Philippine Cricket Association
- Sport: Cricket
- Jurisdiction: Philippines
- Abbreviation: PCA
- Affiliation: International Cricket Council
- Affiliation date: 2003
- Regional affiliation: Asian Cricket Council (2025–) ICC East Asia-Pacific (2003–)

Official website
- www.cricketphilippines.com
- Philippines

= Philippine Cricket Association =

Sport national governing body

Philippine Cricket Association (PCA), formerly the Philippines Cricket Association, is the official governing body of the sport of cricket in the Philippines. It is also responsible for its national team.

The PCA is Philippines's representative at the International Cricket Council and is an associate member and has been a member of that body since 2003. It is also a member of the East Asia-Pacific Cricket Council. The PCA is a member of the Philippine Olympic Committee since June 2018.

On July 24, 2025, the Philippine Cricket Association joined the Asian Cricket Council (ACC).

==History==
The history of cricket in the Philippines dates back as early as 1914 when the Nomads Sports Club was established where the sports was first played in the country.

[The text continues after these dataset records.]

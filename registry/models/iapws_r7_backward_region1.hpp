// Temperature of liquid water from pressure and enthalpy or entropy: the backward equations of R7-97 region 1.
//
// Source: IAPWS R7-97(2012), equations (11) and (13) with the coefficients of Tables 6 and 8:
//   T/(1 K) = sum n pi^I (eta + 1)^J,    pi = p/1 MPa,  eta = h/(2500 kJ/kg)
//   T/(1 K) = sum n pi^I (sigma + 2)^J,  pi = p/1 MPa,  sigma = s/(1 kJ/(kg K))
// They are fits to the inverse of region 1, not the inverse itself: T within 25 mK of it throughout the region, which
// the release states. p in Pa, h in J/kg, s in J/(kg K), results in K. No check of range.
//
// The coefficients are those of the transcription in python3-iapws 1.5.2. They reproduce the release's verification
// values and keep its tolerance against the equation for g(T, p): tests/published/water_backward.cpp.
#pragma once

#include "registry/models/power_series.hpp"

#include <array>

namespace entropy_ledger::registry::iapws_r7::region1 {

// I, J, n of R7-97 Table 6.
inline constexpr std::array<PowerTerm, 20> backward_enthalpy_terms{{
    {0, 0, -0.23872489924521e3}, {0, 1, 0.40421188637945e3}, {0, 2, 0.11349746881718e3}, {0, 6, -0.58457616048039e1},
    {0, 22, -0.15285482413140e-3}, {0, 32, -0.10866707695377e-5}, {1, 0, -0.13391744872602e2},
    {1, 1, 0.43211039183559e2}, {1, 2, -0.54010067170506e2}, {1, 3, 0.30535892203916e2}, {1, 4, -0.65964749423638e1},
    {1, 10, 0.93965400878363e-2}, {1, 32, 0.11573647505340e-6}, {2, 10, -0.25858641282073e-4},
    {2, 32, -0.40644363084799e-8}, {3, 10, 0.66456186191635e-7}, {3, 32, 0.80670734103027e-10},
    {4, 32, -0.93477771213947e-12}, {5, 32, 0.58265442020601e-14}, {6, 32, -0.15020185953503e-16},
}};

// I, J, n of R7-97 Table 8.
inline constexpr std::array<PowerTerm, 20> backward_entropy_terms{{
    {0, 0, 0.17478268058307e3}, {0, 1, 0.34806930892873e2}, {0, 2, 0.65292584978455e1}, {0, 3, 0.33039981775489},
    {0, 11, -0.19281382923196e-6}, {0, 31, -0.24909197244573e-22}, {1, 0, -0.26107636489332}, {1, 1, 0.22592965981586},
    {1, 2, -0.64256463395226e-1}, {1, 3, 0.78876289270526e-2}, {1, 12, 0.35672110607366e-9},
    {1, 31, 0.17332496994895e-23}, {2, 0, 0.56608900654837e-3}, {2, 1, -0.32635483139717e-3},
    {2, 2, 0.44778286690632e-4}, {2, 9, -0.51322156908507e-9}, {2, 31, -0.42522657042207e-25},
    {3, 10, 0.26400441360689e-12}, {3, 32, 0.78124600459723e-28}, {4, 32, -0.30732199903668e-30},
}};

inline constexpr double backward_tolerance = 0.025; // K, R7-97 for both equations

inline double temperature_at_enthalpy(double p, double h)
{
    return PowerSeries<backward_enthalpy_terms, double>(p * 1e-6, h / 2.5e6 + 1.0).sum<term_weight::one>();
}

inline double temperature_at_entropy(double p, double s)
{
    return PowerSeries<backward_entropy_terms, double>(p * 1e-6, s * 1e-3 + 2.0).sum<term_weight::one>();
}

} // namespace entropy_ledger::registry::iapws_r7::region1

The Philippine Cricket Association (PCA) itself was established by the 1970s. Prior to the 1997 Asian financial crisis, the PCA organized a stable cricket league composed of mostly expatriate members.

In 2000, there were only two regular clubs in the PCA-organized league. Cricketers in the league at that time were mostly expatriates coming from Australia, Britain, India, New Zealand, Pakistan, South Africa and Zimbabwe while some were foreigners with Filipino heritage.

The PCA attained affiliate membership in 2003. In the same year there were only 45 recorded senior players.

The Philippine men's national cricket team under the PCA first competed internationally in 2011.

In 2014, the PCA organized the first official cricket match where one side is mostly composed of local Filipinos. The Philippine Developmental Team augmented by three members of the all-expatriate national team won over the Manila 'Roos, which was composed of Australian expatriate cricketers.

As of May 2018, the PCA was seeking for status as the National Sports Association (NSA) for cricket in the Philippines. It organizes a 24-team men's league, a 4-team women's league and an under-19 competition as of that time. Efforts to gain NSA status ended in June 2018, when the PCA was recognized by the Philippine Olympic Committee as its member.

The PCA is promoting cricket in the country by introducing the sport in schools as well as bringing in foreign-based Filipino cricketers abroad.